This gets even more reactions. What's this 10.0.1.1 gateway, and where did it come from? That string isn't in any config file that I can find. And where did the 169.254.0.0 address come from? What is doing this setup, and how to we fix it?

Anyway, we're looking for a bit of guidance in making sense of this mess, so we can get the server up and running sanely. (Googling the problems isn't getting us anywhere. ;-)

(We're convinced that some big changes have been made somewhere. Part of the evidence is that I tried copying the network setup from a machine just down the wire that's been running for a few years, changing only the last field of the IP addresses to 17 for this machine. The result was an earlier version of the failure you see above. But part of the evidence is also that "ls -lu" tells us that some of the config files weren't even read after a boot.)

(And I did find references to network-manager, which I tried disabling using some instructions that google found, but that didn't seem to change anything at all, so it may not be the problem.)

(And points to anyone who can name the sci-fi novel that the machine's name came from. ;-)

John Chambers
August 17th, 2016, 02:22 AM
Quick followup of something curious I've discovered. All the documentation on networking uses the usual eth0, eth1, ... for interface names, but the box in question calls its ethernet port "eno1". I didn't think anything of this when I saw it, because it's just a char string, and can be anything. But in looking around in /var/log/syslog, I started noticing references to eth0 after a boot.
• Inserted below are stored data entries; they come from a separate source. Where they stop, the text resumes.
@dataclass(frozen=True)
class BudgetInput:
    """A validated budget file. ``f_hz`` holds one frequency or the band's grid."""

    path: str
    f_hz: tuple[float, ...]
    band: tuple[float, float] | None
    distance_m: float
    tx_power_dbm: float
    rx_sensitivity_dbm: float
    tx: Side
    rx: Side
    polarization_angle_deg: float | None = None
    polarization_loss_db: float | None = None
    fade_margin_db: float | None = None
    path_loss_exponent: float | None = None
    reference_distance_m: float | None = None
    eirp_limit_dbm: float | None = None
    warnings: tuple[str, ...] = ()
    """Warnings found while reading the file (they name it)."""


# ----------------------------------------------------------------------------------------------
# Results


@dataclass(frozen=True)
class BudgetRow:
    """One budget line: a signed contribution in dB and the running total after it (dBm)."""

    name: str
    value_db: float
    total_dbm: float


@dataclass(frozen=True)
class EndDetail:
    """How one end's mismatch was obtained."""

    source: str  # "sweep", "vswr" or "none"
    gamma_mag: float
    mismatch_loss_db: float
    gain_dbi: float
    aperture_m2: float
    cable_loss_db: float


@dataclass(frozen=True)
class BudgetPoint:
    """The budget at one frequency. Ranges are in metres; losses positive dB."""

    f_hz: float
    wavelength_m: float
    rows: tuple[BudgetRow, ...]
    eirp_dbm: float
    received_power_dbm: float
    margin_db: float
    path_loss_db: float
    free_space_path_loss_db: float
    polarization_loss_db: float
    tx: EndDetail
    rx: EndDetail
    max_range_m: float  # free space, margin = required margin
    zero_margin_range_m: float  # free space, margin = 0
    max_range_model_m: float  # path-loss model in use, margin = required margin
    zero_margin_range_model_m: float  # path-loss model in use, margin = 0
    matched_range_m: float  # model in use, required margin, no mismatch at either end
    mismatch_range_cost_m: float
    mismatch_range_cost_fraction: float

    @property
    def mismatch_loss_db(self) -> float:
        """Both ends' mismatch loss together (positive dB)."""
        return self.tx.mismatch_loss_db + self.rx.mismatch_loss_db


@dataclass(frozen=True)
class BudgetResult:
    """A whole budget: one point per frequency, the worst (smallest margin) marked."""

    path: str
    distance_m: float
    tx_power_dbm: float
    rx_sensitivity_dbm: float
    fade_margin_db: float | None
    required_margin_db: float
    path_loss_model: str  # "free space" or "log-distance"
    path_loss_exponent: float | None
    reference_distance_m: float | None
    eirp_limit_dbm: float | None
    band: tuple[float, float] | None
    points: tuple[BudgetPoint, ...]
    worst_index: int
    warnings: tuple[str, ...] = field(default_factory=tuple)

    @property
    def worst(self) -> BudgetPoint:
        """The point with the smallest margin (the first one on ties)."""
        return self.points[self.worst_index]

    @property
    def closes(self) -> bool:
        """True when every frequency keeps at least the required margin."""
        return all(p.margin_db >= self.required_margin_db for p in self.points)

    @property
    def max_eirp_index(self) -> int:
        """Index of the point with the highest EIRP (the first one on ties; NaN ignored)."""
        e = np.array([p.eirp_dbm for p in self.points], dtype=float)
        return int(np.argmax(np.where(np.isnan(e), -np.inf, e)))

    @property
    def max_eirp_dbm(self) -> float:
        """The highest EIRP over the frequencies (dBm)."""
        return self.points[self.max_eirp_index].eirp_dbm

    @property
    def max_eirp_f_hz(self) -> float:
        """The frequency of the highest EIRP (Hz)."""
        return self.points[self.max_eirp_index].f_hz

    @property
    def eirp_over_limit(self) -> bool:
        """True when an EIRP limit is given and some frequency exceeds it."""
        return self.eirp_limit_dbm is not None and any(p.eirp_dbm > self.eirp_limit_dbm for p in self.points)

    @property
    def passed(self) -> bool:
        """Every stated requirement met: the link closes and no frequency exceeds the EIRP limit."""
        return self.closes and not self.eirp_over_limit


# ----------------------------------------------------------------------------------------------
# Reading the file

_SIDE_KEYS = ("gain_dbi", "aperture_m2", "cable_loss_db", "cable", "sweep", "sweep_port", "vswr")
_TOP_KEYS = {
    "f_hz", "f_low", "f_high", "step", "points", "distance_m", "tx_power_dbm", "rx_sensitivity_dbm",
    "polarization_angle_deg", "polarization_loss_db", "fade_margin_db", "path_loss_exponent",
    "reference_distance_m", "eirp_limit_dbm",
    *(f"{s}_{k}" for s in ("tx", "rx") for k in _SIDE_KEYS),
}
_CABLE_KEYS = {"length_m", "loss_db_per_m", "loss_ref_hz", "dielectric_loss_db_per_m"}


class _Reader:
    """Typed access to the TOML table with one-line BudgetErrors naming the file and key."""

    def __init__(self, data: dict[str, Any], path: str) -> None:
        self.data = data
        self.path = path

    def err(self, key: str, what: str, expected: str | None = None) -> BudgetError:
        return BudgetError(what, path=self.path, key=key, expected=expected)

    def has(self, key: str) -> bool:
        return key in self.data

    def number(self, key: str, table: dict[str, Any] | None = None, prefix: str = "",
               required: bool = False, default: float | None = None) -> float | None:
        src = self.data if table is None else table
        name = prefix + key
        if key not in src:
            if required:
                raise self.err(name, "is missing", "a number")
            return default
        v = src[key]
        if isinstance(v, bool) or not isinstance(v, int | float):
            raise self.err(name, f"is {type(v).__name__} {v!r}, not a number", "a number")
        x = float(v)
        if not math.isfinite(x):
            raise self.err(name, f"is {v!r}", "a finite number")
        return x

    def quantity(self, key: str | int, parser, unit_words: str, table: dict[str, Any] | None = None,
                 prefix: str = "", required: bool = False) -> float | None:
        src = self.data if table is None else table
        if isinstance(key, int):  # an item of a list
            name = f"{prefix}[{key}]"
            v = src[key]
        elif key not in src:
            if required:
                raise self.err(prefix + key, "is missing", unit_words)
            return None
        else:
            name = prefix + key
            v = src[key]
        if isinstance(v, bool) or not isinstance(v, int | float | str):
            raise self.err(name, f"is {type(v).__name__} {v!r}", unit_words)
        try:
            return float(parser(v))
        except MatchtoolError as exc:
            raise self.err(name, exc.what, exc.expected or unit_words) from None


def _positive(r: _Reader, key: str, x: float | None, allow_zero: bool = False) -> None:
    if x is None:
        return
    if x < 0 or (x == 0 and not allow_zero):
        raise r.err(key, f"is {x:g}", "a value of zero or more" if allow_zero else "a positive value")


def _frequency_grid(r: _Reader) -> tuple[tuple[float, ...], tuple[float, float] | None]:
    single = r.has("f_hz")
    band = r.has("f_low") or r.has("f_high")
    if single and band:
        raise r.err("f_hz", "is given together with f_low/f_high", "either f_hz or a band f_low and f_high")
    for k in ("step", "points"):
        if r.has(k) and not band:
            raise r.err(k, "is given without a band", "f_low and f_high with it")
    if single and isinstance(r.data["f_hz"], list):
        items = r.data["f_hz"]
        if not 1 <= len(items) <= MAX_POINTS:
            raise r.err("f_hz", f"is a list of {len(items)} frequencies", f"1 to {MAX_POINTS} frequencies")
        out = []
        for i in range(len(items)):
            f = r.quantity(i, parse_frequency, "a frequency such as \"915 MHz\" or 915e6", items, "f_hz")
            _positive(r, f"f_hz[{i}]", f)
            out.append(f)
        return tuple(out), None
    if single:
        f = r.quantity("f_hz", parse_frequency, "a frequency such as \"915 MHz\" or 915e6")
        _positive(r, "f_hz", f)
        return (f,), None
    if not band:
        raise r.err("f_hz", "is missing", "f_hz, or a band f_low and f_high")
    lo = r.quantity("f_low", parse_frequency, "a frequency such as \"902 MHz\"", required=True)
    hi = r.quantity("f_high", parse_frequency, "a frequency such as \"928 MHz\"", required=True)
    _positive(r, "f_low", lo)
    if not hi > lo:
        raise r.err("f_high", f"{hi:g} Hz is not above f_low {lo:g} Hz", "f_high > f_low")
    if r.has("step") and r.has("points"):
        raise r.err("step", "is given together with points", "either step or points")
    if r.has("step"):
        step = r.quantity("step", parse_frequency, "a frequency step such as \"1 MHz\"")
        _positive(r, "step", step)
        n = math.floor((hi - lo) / step * (1 + 1e-12)) + 1
        if n > MAX_POINTS:
            raise r.err("step", f"gives {n} frequencies", f"at most {MAX_POINTS}")
        grid = lo + step * np.arange(n)
        if hi - grid[-1] > 1e-9 * hi:
            grid = np.append(grid, hi)
        grid[-1] = min(grid[-1], hi)
    else:
        n_raw = r.data.get("points", DEFAULT_BAND_POINTS)
        if isinstance(n_raw, bool) or not isinstance(n_raw, int):
            raise r.err("points", f"is {n_raw!r}", "a whole number of 2 or more")
        if not 2 <= n_raw <= MAX_POINTS:
            raise r.err("points", f"is {n_raw}", f"a whole number from 2 to {MAX_POINTS}")
        grid = np.linspace(lo, hi, n_raw)
    return tuple(float(x) for x in grid), (lo, hi)


def _side(r: _Reader, s: str) -> Side:
    word = "transmit" if s == "tx" else "receive"
    g = r.number(f"{s}_gain_dbi")
    a = r.number(f"{s}_aperture_m2")
    if g is not None and a is not None:
        raise r.err(f"{s}_aperture_m2", f"is given together with {s}_gain_dbi", "one of the two")
    if g is None and a is None:
        raise r.err(f"{s}_gain_dbi", f"is missing (the {word} antenna's gain)",
                    f"{s}_gain_dbi in dBi or {s}_aperture_m2 in m^2")
    _positive(r, f"{s}_aperture_m2", a)
    loss = r.number(f"{s}_cable_loss_db")
    _positive(r, f"{s}_cable_loss_db", loss, allow_zero=True)
    cable = None
    if r.has(f"{s}_cable"):
        if loss is not None:
            raise r.err(f"{s}_cable", f"is given together with {s}_cable_loss_db", "one of the two")
        t = r.data[f"{s}_cable"]
        if not isinstance(t, dict):
            raise r.err(f"{s}_cable", f"is {type(t).__name__}, not a table",
                        f"a table [{s}_cable] with length_m and loss_db_per_m")
        for k in t:
            if k not in _CABLE_KEYS:
                raise r.err(f"{s}_cable.{k}", "is not a known key", ", ".join(sorted(_CABLE_KEYS)))
        pre = f"{s}_cable."
        length = r.quantity("length_m", parse_length, "a length such as 3 or \"3 m\"", t, pre, required=True)
        _positive(r, pre + "length_m", length, allow_zero=True)
        per_m = r.number("loss_db_per_m", t, pre, required=True)
        _positive(r, pre + "loss_db_per_m", per_m, allow_zero=True)
        ref = r.quantity("loss_ref_hz", parse_frequency, "a frequency such as \"1 GHz\"", t, pre)
        ref = 1e9 if ref is None else ref
        _positive(r, pre + "loss_ref_hz", ref)
        diel = r.number("dielectric_loss_db_per_m", t, pre, default=0.0)
        _positive(r, pre + "dielectric_loss_db_per_m", diel, allow_zero=True)
        cable = CableModel(length_m=length, loss_db_per_m=per_m, loss_ref_hz=ref, dielectric_loss_db_per_m=diel)
    sweep_path = None
    if r.has(f"{s}_sweep"):
        v = r.data[f"{s}_sweep"]
        if not isinstance(v, str) or not v.strip():
            raise r.err(f"{s}_sweep", f"is {v!r}", "a path to a Touchstone file, relative to the budget file")
        sweep_path = v
    port = 1
    if r.has(f"{s}_sweep_port"):
        if sweep_path is None:
            raise r.err(f"{s}_sweep_port", f"is given without {s}_sweep", f"{s}_sweep with it")
        p = r.data[f"{s}_sweep_port"]
        if isinstance(p, bool) or not isinstance(p, int) or p < 1:
            raise r.err(f"{s}_sweep_port", f"is {p!r}", "a port number of 1 or more")
        port = p
    vswr = r.number(f"{s}_vswr")
    if vswr is not None:
        if sweep_path is not None:
            raise r.err(f"{s}_vswr", f"is given together with {s}_sweep", "one of the two")
        if vswr < 1:
            raise r.err(f"{s}_vswr", f"is {vswr:g}", "a VSWR of 1 or more")
    return Side(gain_dbi=g, aperture_m2=a, cable_loss_db=loss or 0.0, cable=cable, sweep_path=sweep_path,
                port=port, vswr=vswr)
Then I spotted the following:

...

Aug 15 13:20:07 kendy kernel: [ 2.884408] e1000e 0000:00:1f.6 eth0: registered PHC clock
Aug 15 13:20:07 kendy kernel: [ 2.884412] e1000e 0000:00:1f.6 eth0: (PCI Express:2.5GT/s:Width x1) 00:1f:c6:9b:c6:a4
Aug 15 13:20:07 kendy kernel: [ 2.884414] e1000e 0000:00:1f.6 eth0: Intel(R) PRO/1000 Network Connection
Aug 15 13:20:07 kendy kernel: [ 2.884511] e1000e 0000:00:1f.6 eth0: MAC: 12, PHY: 12, PBA No: FFFFFF-0FF
Aug 15 13:20:07 kendy kernel: [ 2.887299] e1000e 0000:00:1f.6 eno1: renamed from eth0
...

So the interface starts out as eth0, and during startup something renames it as eno1.

Is this normal? Or is this throwing a monkey wrench into the network initialization? If other code expects it to be the initial eth0, that could explain why the interface doesn't come up properly. When I then type my setup commands using the eno1 name, the network does come to life. But I won't always be around after a power failure or flipped circuit breaker reboots the machine, and I'm not sure I want to do all the setup by hand every time it's rebooted.

It's just a thought, and I'm wondering whether I should spend time investigating it. There could be some very reasonable explanation of what's going on, which I'm not seeing.

The other real curiosity is I keep reading advice to edit /etc/network/interface, which I've done and works. But when I do a reboot, "ls -lu" tells me that /etc/network/interface wasn't read during the startup. I've found no clue about which program is supposed to read it.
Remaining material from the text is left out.